Dans un arrêt rendu le 5 novembre 2025, la Cour de Cassation porte un intérêt renouvelé sur l’obligation de sécurité du salarié. Elle juge ainsi que la tenue récurrente par un salarié de propos déplacés, voire pénalement sanctionnables, portant atteinte à la dignité et à la santé psychique des autres salariés, peut être sanctionnée sur le terrain d’un manquement à l’obligation de sécurité.
Pour rappel : L’article L.4122-1 du Code du travail dispose que :« Conformément aux instructions qui lui sont données par l'employeur, dans les conditions prévues au règlement intérieur pour les entreprises tenues d'en élaborer un, il incombe à chaque travailleur de prendre soin, en fonction de sa formation et selon ses possibilités, de sa santé et de sa sécurité ainsi que de celles des autres personnes concernées par ses actes ou ses omissions au travail (…) ». |
En l’espèce, un salarié occupant les fonctions de directeur commercial a été licencié pour faute grave en raison de propos à connotation sexuelle ou discriminatoire adressés à ses collègues de manière récurrente, et plus spécifiquement : l’envoi via la messagerie interne de l'entreprise des photos à caractère pornographique à un stagiaire, des propos relatifs à l'orientation sexuelle d'un salarié homosexuel, interrogeant ce dernier « si tel salarié ou prestataire lui plaisait ou était homosexuel », ou encore l’envoi des clichés à connotation racistes à l'égard de sous-traitants malgaches.
Le salarié en question conteste son licenciement devant les juges du fond.
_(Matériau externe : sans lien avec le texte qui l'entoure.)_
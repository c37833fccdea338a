// SPDX-FileCopyrightText: The Vialkeeper developers
// SPDX-License-Identifier: GPL-3.0-or-later
#include <QAbstractItemModelTester>
#include <catch2/catch.hpp>

#include "app/notebook/substance_cards.h"
#include "ui/models/component_draft.h"
#include "ui/models/component_search.h"
#include "ui/models/qt_text.h"
#include "ui/workplace_fixture.h"

using namespace vialkeeper;

namespace {

struct Bench {
  tests::WorkplaceFixture fixture;
  std::unique_ptr<ui::NotebookLink> link = fixture.link();
  ui::ActionHistory history;
  ui::OpenRun run{*link, history};
  ui::ChangeReason reason{run};
  ui::ComponentSearch search{*link};
  ui::ComponentDraft draft{run, reason};
  QAbstractItemModelTester tester{&search, QAbstractItemModelTester::FailureReportingMode::Fatal};

  Bench() { REQUIRE(run.open(fixture.addRun(*link))); }

  const charge::ComponentPlan* component(const std::string& name) const {
    for (const auto& each : run.sheet().planned.plan.components)
      if (each.name == name) return &each;
    return nullptr;
  }
};

}  // namespace

TEST_CASE("a substance of the shelf is found by name, CAS number and structure", "[ui][identity]") {
  Bench bench;
  for (const auto* typed : {"pival", "75-98-9", "CC(C)(C)C(O)=O"}) {
    INFO(typed);
    bench.search.setText(QString::fromUtf8(typed));
    REQUIRE(bench.search.rowCount() >= 2);
    CHECK(bench.search.substance(0)->name == "pivalic acid");
    CHECK_FALSE(bench.search.substance(bench.search.rowCount() - 1));
  }
  bench.search.setText(QStringLiteral("nothing of that name"));
  CHECK(bench.search.rowCount() == 1);
  bench.search.setText({});
  CHECK(bench.search.rowCount() == 0);
}

TEST_CASE("a component from the shelf is added, and taken out again by undo", "[ui][identity]") {
  Bench bench;
  REQUIRE(app::addSubstanceCard(
      bench.link->desk(),
      {.name = "benzoic acid", .synonyms = {"BzOH"}, .smiles = "OC(=O)c1ccccc1"}));
  bench.search.setText(QStringLiteral("bzoh"));
  REQUIRE(bench.search.substance(0));
  bench.draft.takeFromShelf(*bench.search.substance(0));
  bench.draft.setRole(QStringLiteral("additive"));
  bench.draft.setAmount(QStringLiteral("0.5 equiv"));
  INFO(bench.draft.reading().toStdString());
  CHECK_FALSE(bench.draft.isFaulty());
  CHECK(bench.draft.reading().contains(QStringLiteral("0.100 mmol")));
  QString key;
  QObject::connect(&bench.draft, &ui::ComponentDraft::added, [&](const QString& k) { key = k; });
  bench.draft.add();
  CHECK_FALSE(key.isEmpty());
  REQUIRE(bench.component("benzoic acid"));
  bench.history.undo();
  CHECK_FALSE(bench.component("benzoic acid"));
}

TEST_CASE("a substance that is new is described in place", "[ui][identity]") {
  Bench bench;
  bench.draft.startNew(QStringLiteral("benzoic acid"));
  CHECK(bench.draft.name() == QStringLiteral("benzoic acid"));
  bench.draft.describe(QStringLiteral("benzoic acid"), QStringLiteral("OC(=O)c1ccccc1"), {}, {});
  bench.draft.setRole(QStringLiteral("acid"));
  bench.draft.setAmount(QStringLiteral("10 mol%"));
  INFO(bench.draft.reading().toStdString());
  REQUIRE_FALSE(bench.draft.isFaulty());
  bench.draft.add();
  REQUIRE(bench.component("benzoic acid"));
  CHECK(bench.component("benzoic acid")->role == charge::Role::kAcid);
}

TEST_CASE("what was typed is taken for what it reads as", "[ui][identity]") {
  Bench bench;
  bench.draft.startNew(QStringLiteral("65-85-0"));
  CHECK(bench.draft.cas() == QStringLiteral("65-85-0"));
  bench.draft.startNew(QStringLiteral("OC(=O)c1ccccc1"));
  CHECK(bench.draft.smiles() == QStringLiteral("OC(=O)c1ccccc1"));
  bench.draft.startNew(QStringLiteral("4-tert-butyl benzoic acid"));
  CHECK(bench.draft.name() == QStringLiteral("4-tert-butyl benzoic acid"));
}

TEST_CASE("a description or an amount that is wrong says so and adds nothing", "[ui][identity]") {
  Bench bench;
  const std::size_t before = bench.link->notebook().history(bench.run.run().n)->size();
  bench.draft.startNew(QStringLiteral("benzoic acid"));
  SECTION("structure") {
    bench.draft.describe(QStringLiteral("benzoic acid"), QStringLiteral("C1CC"), {}, {});
  }
  SECTION("CAS number") {
    bench.draft.describe(QStringLiteral("benzoic acid"), QStringLiteral("OC(=O)c1ccccc1"), {},
                         QStringLiteral("65-85-1"));
  }
  SECTION("amount") {
    bench.draft.describe(QStringLiteral("benzoic acid"), QStringLiteral("OC(=O)c1ccccc1"), {}, {});
    bench.draft.setAmount(QStringLiteral("5 bar"));
  }
  CHECK(bench.draft.isFaulty());
  CHECK_FALSE(bench.draft.reading().isEmpty());
  bench.draft.add();
  CHECK(bench.draft.isFaulty());
  CHECK(bench.link->notebook().history(bench.run.run().n)->size() == before);
}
Il avance que ces faits étaient placés sous le ton de l'humour, certains de ses collègues ayant même témoigné qu’ils avaient accepté ce comportement. Au-delà de cet aspect, il soutient que les propos litigieux relevaient de sa vie personnelle car extraits de la messagerie interne et s'inscrivant dans le cadre d'échanges privés à l'intérieur d'un groupe de personnes « qui n’avaient pas vocation à devenir publics ». De ce fait, ils ne justifiaient aucune sanction disciplinaire.
Or les premiers juges censurent cette argumentation et concluent sur le bien-fondé du licenciement. Le salarié se pourvoit ainsi en cassation.
La Cour de Cassation procède tout d’abord à un rappel des dispositions de l’article L.4122-1 du Code du travail. Elle s’allie, ensuite, aux constatations de la cour d’appel selon lesquelles « le comportement du salarié, sur le lieu et le temps du travail, était de nature à porter atteinte à la santé psychique d'autres salariés ». En effet, la tenue répétée de « propos à connotation sexuelle, sexiste, raciste et stigmatisants en raison de leur orientation sexuelle », a l’égard de certains de ses collègues, « peu importe le caractère ‘’humoristique’’ ou ‘’d’ambiance interne’’ » de ces propos, « portait atteinte à la dignité en raison de leur caractère dégradant ». Cela étant, ce comportement constitue un manquement à l’obligation de sécurité qui pèse sur le salarié, et rend « impossible son maintien au sein de l'entreprise ».